## PROBLEM DETAILS
Line for line, the listing below is to be transcribed exactly.

## RECORDED DATA

□ □ □ □ □

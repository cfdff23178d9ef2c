"""The fleet view from the store: the same view as from files, counted by the server.

The server keeps one ``board_view`` row per board (``summaries``): its sessions by outcome,
its confirmed failures, its repairs with the days between them and its parts repaired more
than once, counted as ``history.fleet`` counts them. A view sums those rows over the
profile's boards in a few queries, and ``history.fleet.finish_view`` orders the result
exactly as the files' view does.

A fieldtool whose fault catalogue or record schema differs from the one the store counted
with makes the profile's rows afresh at read time, into a temporary table, with its own copy
of the same SQL (``summaries.at_read_time``), and sums them the same way.

Boards holding records written before records named their session are grouped by position,
which needs the lines in order: those few boards are summarised from their lines with the
files' own code (``history.fleet.view_parts``) and added in.
"""

from __future__ import annotations

import itertools

from fieldtool.core.history import NotFoundError, check_name
from fieldtool.core.history.fleet import (
    FleetView,
    RecurringBoard,
    RepeatRepair,
    ViewParts,
    finish_view,
    view_parts,
)
from fieldtool.core.history.fleet_cache import SKIPPED_KINDS, summarize_bytes
from fieldtool.store.columns import from_column, to_column
from fieldtool.store.config import StoreAddress
from fieldtool.store.connect import connected, driver
from fieldtool.store.schema import summaries_match
from fieldtool.store.summaries import at_read_time, catalogue

_OF_PROFILE = "profile = %(profile)s AND board <> ALL(%(legacy)s)"
_OUTCOMES = f"""
SELECT label, sum(n)::bigint FROM {{t}}.board_view, unnest(outcomes, outcome_counts) o(label, n)
WHERE {_OF_PROFILE} GROUP BY label
"""
_FAILURES = f"""
SELECT d, m, sum(n)::bigint, count(*), sum(v)::bigint
FROM {{t}}.board_view, unnest(designators, modes, counts, verified) f(d, m, n, v)
WHERE {_OF_PROFILE} GROUP BY d, m
"""
_REPAIRS = f"""
SELECT coalesce(sum(repairs), 0)::bigint,
    (SELECT array_agg(gap) FROM {{t}}.board_view, unnest(gaps) gap WHERE {_OF_PROFILE})
FROM {{t}}.board_view WHERE {_OF_PROFILE}
"""
_RECURRING = f"""
SELECT board, repairs, first, last, designators, modes, counts
FROM {{t}}.board_view WHERE repairs > 1 AND {_OF_PROFILE}
"""
_REPEATS = f"""
SELECT board, repeated, shortest, repeats, repeat_modes, repeat_times
FROM {{t}}.board_view WHERE repeated IS NOT NULL AND {_OF_PROFILE}
"""
_LEGACY_LINES = f"""
SELECT line FROM fieldtool.records
WHERE board = %s AND profile = %s AND kind NOT IN ({", ".join(f"'{k}'" for k in SKIPPED_KINDS)})
ORDER BY tk, seq
"""


def _snapshot(conn):
    """One transaction that sees one moment of the store, whatever pushes run meanwhile."""
    conn.isolation_level = driver().IsolationLevel.REPEATABLE_READ
    return conn.transaction()


def _prepare(conn, address: StoreAddress, profile_name: str) -> tuple[str, dict, list[str]]:
    """Where the per-board counts are (``fieldtool`` or ``pg_temp``), the query parameters
    and the boards holding records without a session id; an error for an unknown profile."""
    profile = to_column(profile_name)
    rows = conn.execute(
        "SELECT board, legacy > 0 FROM fieldtool.boards WHERE profile = %s", (profile,)
    ).fetchall()
    if not rows:
        known = sorted(from_column(p) for (p,) in conn.execute(
            "SELECT DISTINCT profile FROM fieldtool.boards"
        ))  # fmt: skip
        hint = f"profiles with histories: {', '.join(known)}" if known else "it holds none"
        raise NotFoundError(
            f"no histories for profile {profile_name!r} in the store at {address.shown}; {hint}"
        )
    legacy = [board for board, old in rows if old]
    params = {"profile": profile, "legacy": legacy, "boards": len(rows), **catalogue()}
    if summaries_match(conn, address.shown):
        return "fieldtool", params, legacy
    for statement in at_read_time():
        conn.execute(statement, params)
    conn.execute("ANALYZE pg_temp.board_view")
    return "pg_temp", params, legacy


def _legacy_parts(conn, profile: str, legacy: list[str]) -> ViewParts:
    """The boards with records older than session ids, summarised from their lines."""
    summaries = []
    for board in legacy:
        lines = conn.execute(_LEGACY_LINES, (board, profile)).fetchall()
        data = "\n".join(line for (line,) in lines).encode("utf-8")
        summaries.append(summarize_bytes(from_column(board), data))
    return view_parts(summaries)


def _failures(cur, t: str, params: dict) -> dict[tuple[str, str], list[int]]:
    return {
        (from_column(d), from_column(m)): [count, boards, verified]
        for d, m, count, boards, verified in cur.execute(_FAILURES.format(t=t), params).fetchall()
    }


def _plain(*columns: list[str]) -> bool:
    """True when no value is escaped (no backslash): then each value is itself, and the
    server's order of them (by bytes) is the files' order (by code point)."""
    return "\\" not in "".join(itertools.chain.from_iterable(columns))


def _recurring(board, repairs, first, last, designators, modes, counts) -> RecurringBoard:
    if _plain(designators, modes, [board, first, last]):
        tally = tuple(zip(designators, modes, counts, strict=True))
        return RecurringBoard(board, repairs, tally, first, last)
    tally = zip(map(from_column, designators), map(from_column, modes), counts, strict=True)
    first, last = from_column(first), from_column(last)
    return RecurringBoard(from_column(board), repairs, tuple(sorted(tally)), first, last)


def _repeats(board, repeated, shortest, lengths, modes, times) -> list[RepeatRepair]:
    if not _plain(repeated, modes, times, [board]):
        board, repeated = from_column(board), list(map(from_column, repeated))
        modes, times = list(map(from_column, modes)), list(map(from_column, times))
    found, at = [], 0
    for designator, days, n in zip(repeated, shortest, lengths, strict=True):
        end = at + n
        found.append(
            RepeatRepair(board, designator, tuple(modes[at:end]), tuple(times[at:end]), days)
        )
        at = end
    return found


def fleet_view(
    address: StoreAddress, profile_name: str, *, statement_timeout_s: float | None = None
) -> FleetView:
    """The fleet view of one profile from the store (same shape as from files)."""
    check_name(profile_name, "profile name", existing=True)
    with connected(address, statement_timeout_s=statement_timeout_s) as conn, _snapshot(conn):
        t, params, legacy = _prepare(conn, address, profile_name)
        parts = ViewParts(boards=params["boards"] - len(legacy))
        cur = conn.cursor(binary=True)  # arrays of thousands of values: binary reads quicker
        for label, count in cur.execute(_OUTCOMES.format(t=t), params).fetchall():
            parts.outcomes[from_column(label)] += count
        parts.failures = _failures(cur, t, params)
        parts.repairs, gaps = cur.execute(_REPAIRS.format(t=t), params).fetchone()
        parts.gaps = gaps or []
        rows = cur.execute(_RECURRING.format(t=t), params).fetchall()
        parts.recurring = [_recurring(*row) for row in rows]
        for row in cur.execute(_REPEATS.format(t=t), params).fetchall():
            parts.repeats += _repeats(*row)
        parts.add(_legacy_parts(conn, params["profile"], legacy))
    return finish_view(profile_name, parts)


def confirmed_failures(
    address: StoreAddress, profile_name: str, *, statement_timeout_s: float | None = None
) -> dict[tuple[str, str], int]:
    """Confirmed failures of one board type in the store: (designator, mode) → count.

    A profile the store holds nothing of has none (an empty mapping), as from files.
    """
    check_name(profile_name, "profile name", existing=True)
    try:
        with connected(address, statement_timeout_s=statement_timeout_s) as conn:
            with _snapshot(conn):
                t, params, legacy = _prepare(conn, address, profile_name)
                parts = ViewParts(failures=_failures(conn, t, params))
                parts.add(_legacy_parts(conn, params["profile"], legacy))
    except NotFoundError:
        return {}
    return {key: counts[0] for key, counts in parts.failures.items()}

□ □ □ □ □

## TASK RESPONSE
repository cfdff23178d9ef2c
"""The fleet view from the store: the same view as from files, counted by the server.

The server keeps one ``board_view`` row per board (``summaries``): its sessions by outcome,
its confirmed failures, its repairs with the days between them and its parts repaired more
than once, counted as ``history.fleet`` counts them. A view sums those rows over the
profile's boards in a few queries, and ``history.fleet.finish_view`` orders the result
exactly as the files' view does.

A fieldtool whose fault catalogue or record schema differs from the one the store counted
with makes the profile's rows afresh at read time, into a temporary table, with its own copy
of the same SQL (``summaries.at_read_time``), and sums them the same way.

Boards holding records written before records named their session are grouped by position,
which needs the lines in order: those few boards are summarised from their lines with the
files' own code (``history.fleet.view_parts``) and added in.
"""

from __future__ import annotations

import itertools

from fieldtool.core.history import NotFoundError, check_name
from fieldtool.core.history.fleet import (
    FleetView,
    RecurringBoard,
    RepeatRepair,
    ViewParts,
    finish_view,
    view_parts,
)
from fieldtool.core.history.fleet_cache import SKIPPED_KINDS, summarize_bytes
from fieldtool.store.columns import from_column, to_column
from fieldtool.store.config import StoreAddress
from fieldtool.store.connect import connected, driver
from fieldtool.store.schema import summaries_match
from fieldtool.store.summaries import at_read_time, catalogue

_OF_PROFILE = "profile = %(profile)s AND board <> ALL(%(legacy)s)"
_OUTCOMES = f"""
SELECT label, sum(n)::bigint FROM {{t}}.board_view, unnest(outcomes, outcome_counts) o(label, n)
WHERE {_OF_PROFILE} GROUP BY label
"""
_FAILURES = f"""
SELECT d, m, sum(n)::bigint, count(*), sum(v)::bigint
FROM {{t}}.board_view, unnest(designators, modes, counts, verified) f(d, m, n, v)
WHERE {_OF_PROFILE} GROUP BY d, m
"""
_REPAIRS = f"""
SELECT coalesce(sum(repairs), 0)::bigint,
    (SELECT array_agg(gap) FROM {{t}}.board_view, unnest(gaps) gap WHERE {_OF_PROFILE})
FROM {{t}}.board_view WHERE {_OF_PROFILE}
"""
_RECURRING = f"""
SELECT board, repairs, first, last, designators, modes, counts
FROM {{t}}.board_view WHERE repairs > 1 AND {_OF_PROFILE}
"""
_REPEATS = f"""
SELECT board, repeated, shortest, repeats, repeat_modes, repeat_times
FROM {{t}}.board_view WHERE repeated IS NOT NULL AND {_OF_PROFILE}
"""
_LEGACY_LINES = f"""
SELECT line FROM fieldtool.records
WHERE board = %s AND profile = %s AND kind NOT IN ({", ".join(f"'{k}'" for k in SKIPPED_KINDS)})
ORDER BY tk, seq
"""


def _snapshot(conn):
    """One transaction that sees one moment of the store, whatever pushes run meanwhile."""
    conn.isolation_level = driver().IsolationLevel.REPEATABLE_READ
    return conn.transaction()


def _prepare(conn, address: StoreAddress, profile_name: str) -> tuple[str, dict, list[str]]:
    """Where the per-board counts are (``fieldtool`` or ``pg_temp``), the query parameters
    and the boards holding records without a session id; an error for an unknown profile."""
    profile = to_column(profile_name)
    rows = conn.execute(
        "SELECT board, legacy > 0 FROM fieldtool.boards WHERE profile = %s", (profile,)
    ).fetchall()
    if not rows:
        known = sorted(from_column(p) for (p,) in conn.execute(
            "SELECT DISTINCT profile FROM fieldtool.boards"
        ))  # fmt: skip
        hint = f"profiles with histories: {', '.join(known)}" if known else "it holds none"
        raise NotFoundError(
            f"no histories for profile {profile_name!r} in the store at {address.shown}; {hint}"
        )
    legacy = [board for board, old in rows if old]
    params = {"profile": profile, "legacy": legacy, "boards": len(rows), **catalogue()}
    if summaries_match(conn, address.shown):
        return "fieldtool", params, legacy
    for statement in at_read_time():
        conn.execute(statement, params)
    conn.execute("ANALYZE pg_temp.board_view")
    return "pg_temp", params, legacy


def _legacy_parts(conn, profile: str, legacy: list[str]) -> ViewParts:
    """The boards with records older than session ids, summarised from their lines."""
    summaries = []
    for board in legacy:
        lines = conn.execute(_LEGACY_LINES, (board, profile)).fetchall()
        data = "\n".join(line for (line,) in lines).encode("utf-8")
        summaries.append(summarize_bytes(from_column(board), data))
    return view_parts(summaries)


def _failures(cur, t: str, params: dict) -> dict[tuple[str, str], list[int]]:
    return {
        (from_column(d), from_column(m)): [count, boards, verified]
        for d, m, count, boards, verified in cur.execute(_FAILURES.format(t=t), params).fetchall()
    }


def _plain(*columns: list[str]) -> bool:
    """True when no value is escaped (no backslash): then each value is itself, and the
    server's order of them (by bytes) is the files' order (by code point)."""
    return "\\" not in "".join(itertools.chain.from_iterable(columns))


def _recurring(board, repairs, first, last, designators, modes, counts) -> RecurringBoard:
    if _plain(designators, modes, [board, first, last]):
        tally = tuple(zip(designators, modes, counts, strict=True))
        return RecurringBoard(board, repairs, tally, first, last)
    tally = zip(map(from_column, designators), map(from_column, modes), counts, strict=True)
    first, last = from_column(first), from_column(last)
    return RecurringBoard(from_column(board), repairs, tuple(sorted(tally)), first, last)


def _repeats(board, repeated, shortest, lengths, modes, times) -> list[RepeatRepair]:
    if not _plain(repeated, modes, times, [board]):
        board, repeated = from_column(board), list(map(from_column, repeated))
        modes, times = list(map(from_column, modes)), list(map(from_column, times))
    found, at = [], 0
    for designator, days, n in zip(repeated, shortest, lengths, strict=True):
        end = at + n
        found.append(
            RepeatRepair(board, designator, tuple(modes[at:end]), tuple(times[at:end]), days)
        )
        at = end
    return found


def fleet_view(
    address: StoreAddress, profile_name: str, *, statement_timeout_s: float | None = None
) -> FleetView:
    """The fleet view of one profile from the store (same shape as from files)."""
    check_name(profile_name, "profile name", existing=True)
    with connected(address, statement_timeout_s=statement_timeout_s) as conn, _snapshot(conn):
        t, params, legacy = _prepare(conn, address, profile_name)
        parts = ViewParts(boards=params["boards"] - len(legacy))
        cur = conn.cursor(binary=True)  # arrays of thousands of values: binary reads quicker
        for label, count in cur.execute(_OUTCOMES.format(t=t), params).fetchall():
            parts.outcomes[from_column(label)] += count
        parts.failures = _failures(cur, t, params)
        parts.repairs, gaps = cur.execute(_REPAIRS.format(t=t), params).fetchone()
        parts.gaps = gaps or []
        rows = cur.execute(_RECURRING.format(t=t), params).fetchall()
        parts.recurring = [_recurring(*row) for row in rows]
        for row in cur.execute(_REPEATS.format(t=t), params).fetchall():
            parts.repeats += _repeats(*row)
        parts.add(_legacy_parts(conn, params["profile"], legacy))
    return finish_view(profile_name, parts)


def confirmed_failures(
    address: StoreAddress, profile_name: str, *, statement_timeout_s: float | None = None
) -> dict[tuple[str, str], int]:
    """Confirmed failures of one board type in the store: (designator, mode) → count.

    A profile the store holds nothing of has none (an empty mapping), as from files.
    """
    check_name(profile_name, "profile name", existing=True)
    try:
        with connected(address, statement_timeout_s=statement_timeout_s) as conn:
            with _snapshot(conn):
                t, params, legacy = _prepare(conn, address, profile_name)
                parts = ViewParts(failures=_failures(conn, t, params))
                parts.add(_legacy_parts(conn, params["profile"], legacy))
    except NotFoundError:
        return {}
    return {key: counts[0] for key, counts in parts.failures.items()}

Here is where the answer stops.